** Stored data entries **
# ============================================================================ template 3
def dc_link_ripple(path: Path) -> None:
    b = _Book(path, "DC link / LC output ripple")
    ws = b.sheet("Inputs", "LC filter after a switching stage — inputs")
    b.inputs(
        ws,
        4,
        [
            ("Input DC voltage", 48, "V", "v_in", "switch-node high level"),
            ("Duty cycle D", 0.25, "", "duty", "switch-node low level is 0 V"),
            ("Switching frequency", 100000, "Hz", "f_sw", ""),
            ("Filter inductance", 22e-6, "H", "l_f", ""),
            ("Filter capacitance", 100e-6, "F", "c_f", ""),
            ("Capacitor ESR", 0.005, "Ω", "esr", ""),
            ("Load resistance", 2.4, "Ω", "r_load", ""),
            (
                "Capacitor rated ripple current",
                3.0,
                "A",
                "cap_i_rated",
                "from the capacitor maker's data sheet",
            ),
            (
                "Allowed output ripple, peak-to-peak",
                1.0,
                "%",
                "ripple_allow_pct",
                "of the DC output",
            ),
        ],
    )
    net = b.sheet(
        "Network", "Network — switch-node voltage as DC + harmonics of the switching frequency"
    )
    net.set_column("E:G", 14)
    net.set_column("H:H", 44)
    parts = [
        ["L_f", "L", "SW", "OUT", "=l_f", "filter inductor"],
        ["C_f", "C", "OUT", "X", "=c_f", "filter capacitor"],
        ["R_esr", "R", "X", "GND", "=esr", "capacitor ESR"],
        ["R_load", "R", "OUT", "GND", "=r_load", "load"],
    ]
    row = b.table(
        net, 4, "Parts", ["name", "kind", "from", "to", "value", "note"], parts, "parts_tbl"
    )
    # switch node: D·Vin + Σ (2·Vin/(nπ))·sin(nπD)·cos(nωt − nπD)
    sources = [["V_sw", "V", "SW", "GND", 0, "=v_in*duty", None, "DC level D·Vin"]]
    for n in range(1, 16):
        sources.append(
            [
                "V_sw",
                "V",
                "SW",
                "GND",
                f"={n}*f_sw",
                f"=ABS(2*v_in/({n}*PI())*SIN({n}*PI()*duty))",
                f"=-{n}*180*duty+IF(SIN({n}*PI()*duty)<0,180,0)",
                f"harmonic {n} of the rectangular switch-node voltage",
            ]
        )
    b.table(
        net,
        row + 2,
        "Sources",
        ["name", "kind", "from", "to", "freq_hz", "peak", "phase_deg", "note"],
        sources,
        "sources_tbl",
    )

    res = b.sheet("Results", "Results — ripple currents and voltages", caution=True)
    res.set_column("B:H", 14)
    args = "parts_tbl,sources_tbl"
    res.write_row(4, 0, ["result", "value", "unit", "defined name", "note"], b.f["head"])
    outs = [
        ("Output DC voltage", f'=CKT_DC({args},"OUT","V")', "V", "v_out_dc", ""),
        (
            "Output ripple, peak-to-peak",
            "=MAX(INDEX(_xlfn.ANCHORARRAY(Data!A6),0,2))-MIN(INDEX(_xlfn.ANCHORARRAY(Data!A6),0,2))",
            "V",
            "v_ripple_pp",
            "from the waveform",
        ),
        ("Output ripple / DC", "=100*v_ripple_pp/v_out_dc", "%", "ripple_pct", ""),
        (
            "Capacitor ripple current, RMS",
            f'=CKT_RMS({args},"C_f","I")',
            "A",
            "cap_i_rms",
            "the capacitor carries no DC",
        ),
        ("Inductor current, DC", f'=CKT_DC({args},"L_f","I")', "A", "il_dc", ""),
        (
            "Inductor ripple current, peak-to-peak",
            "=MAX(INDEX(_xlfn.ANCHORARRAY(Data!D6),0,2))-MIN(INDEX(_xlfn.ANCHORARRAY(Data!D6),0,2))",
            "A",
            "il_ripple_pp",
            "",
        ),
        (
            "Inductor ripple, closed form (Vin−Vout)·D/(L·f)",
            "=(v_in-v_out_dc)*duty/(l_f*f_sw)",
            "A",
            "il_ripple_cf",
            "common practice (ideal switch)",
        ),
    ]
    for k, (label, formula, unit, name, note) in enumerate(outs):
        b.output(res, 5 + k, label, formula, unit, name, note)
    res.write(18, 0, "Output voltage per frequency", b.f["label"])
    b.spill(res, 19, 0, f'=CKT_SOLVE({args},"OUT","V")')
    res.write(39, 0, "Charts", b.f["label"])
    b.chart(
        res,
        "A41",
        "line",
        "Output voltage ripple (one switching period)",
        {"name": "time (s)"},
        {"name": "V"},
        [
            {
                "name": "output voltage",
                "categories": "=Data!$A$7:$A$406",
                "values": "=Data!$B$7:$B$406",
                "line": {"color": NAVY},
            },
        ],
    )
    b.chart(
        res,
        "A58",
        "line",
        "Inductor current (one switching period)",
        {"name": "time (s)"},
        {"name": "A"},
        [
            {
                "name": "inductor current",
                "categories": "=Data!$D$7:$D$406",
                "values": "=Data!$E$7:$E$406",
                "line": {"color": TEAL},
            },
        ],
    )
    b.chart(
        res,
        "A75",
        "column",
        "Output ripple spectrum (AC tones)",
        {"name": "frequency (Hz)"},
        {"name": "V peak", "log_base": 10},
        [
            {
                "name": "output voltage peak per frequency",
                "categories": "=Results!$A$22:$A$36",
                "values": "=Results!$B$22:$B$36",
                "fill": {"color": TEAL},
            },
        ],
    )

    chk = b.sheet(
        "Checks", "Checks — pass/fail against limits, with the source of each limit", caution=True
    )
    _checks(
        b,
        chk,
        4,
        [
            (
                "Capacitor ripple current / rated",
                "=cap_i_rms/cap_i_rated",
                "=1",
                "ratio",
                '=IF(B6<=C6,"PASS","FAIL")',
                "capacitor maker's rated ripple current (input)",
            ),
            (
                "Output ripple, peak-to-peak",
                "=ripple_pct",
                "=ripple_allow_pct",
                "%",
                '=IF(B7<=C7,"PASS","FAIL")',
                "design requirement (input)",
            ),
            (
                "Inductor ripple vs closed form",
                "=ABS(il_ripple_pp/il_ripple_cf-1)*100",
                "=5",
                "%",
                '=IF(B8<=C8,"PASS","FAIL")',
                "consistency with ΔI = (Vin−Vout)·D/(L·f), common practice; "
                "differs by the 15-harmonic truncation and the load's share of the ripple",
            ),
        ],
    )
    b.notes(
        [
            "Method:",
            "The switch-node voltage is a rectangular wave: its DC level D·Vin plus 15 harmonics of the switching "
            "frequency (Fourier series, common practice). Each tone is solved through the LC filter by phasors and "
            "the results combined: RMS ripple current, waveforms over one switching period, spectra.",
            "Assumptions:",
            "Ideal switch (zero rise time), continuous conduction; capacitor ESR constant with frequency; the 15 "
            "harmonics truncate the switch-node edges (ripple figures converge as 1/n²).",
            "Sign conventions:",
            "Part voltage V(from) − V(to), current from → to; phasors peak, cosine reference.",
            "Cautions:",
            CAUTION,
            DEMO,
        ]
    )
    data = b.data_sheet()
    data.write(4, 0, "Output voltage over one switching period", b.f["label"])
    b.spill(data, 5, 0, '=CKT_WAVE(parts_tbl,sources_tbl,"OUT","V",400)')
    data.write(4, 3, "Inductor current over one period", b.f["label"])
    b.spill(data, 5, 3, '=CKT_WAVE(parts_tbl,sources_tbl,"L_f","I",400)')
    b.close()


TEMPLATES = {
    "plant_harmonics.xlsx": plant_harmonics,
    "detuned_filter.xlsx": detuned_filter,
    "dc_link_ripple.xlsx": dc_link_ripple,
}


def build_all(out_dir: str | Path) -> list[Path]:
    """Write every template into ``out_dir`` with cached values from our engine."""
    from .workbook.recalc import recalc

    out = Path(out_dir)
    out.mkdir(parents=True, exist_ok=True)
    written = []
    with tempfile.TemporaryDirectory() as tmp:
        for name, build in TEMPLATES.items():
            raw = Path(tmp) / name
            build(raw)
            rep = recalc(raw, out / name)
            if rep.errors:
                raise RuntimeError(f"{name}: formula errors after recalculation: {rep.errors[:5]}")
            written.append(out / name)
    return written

** TASK DIRECTIONS **
Extract each line holding the word "errors" from the records.

** ANSWER TO THIS TASK **
            if rep.errors:
                raise RuntimeError(f"{name}: formula errors after recalculation: {rep.errors[:5]}")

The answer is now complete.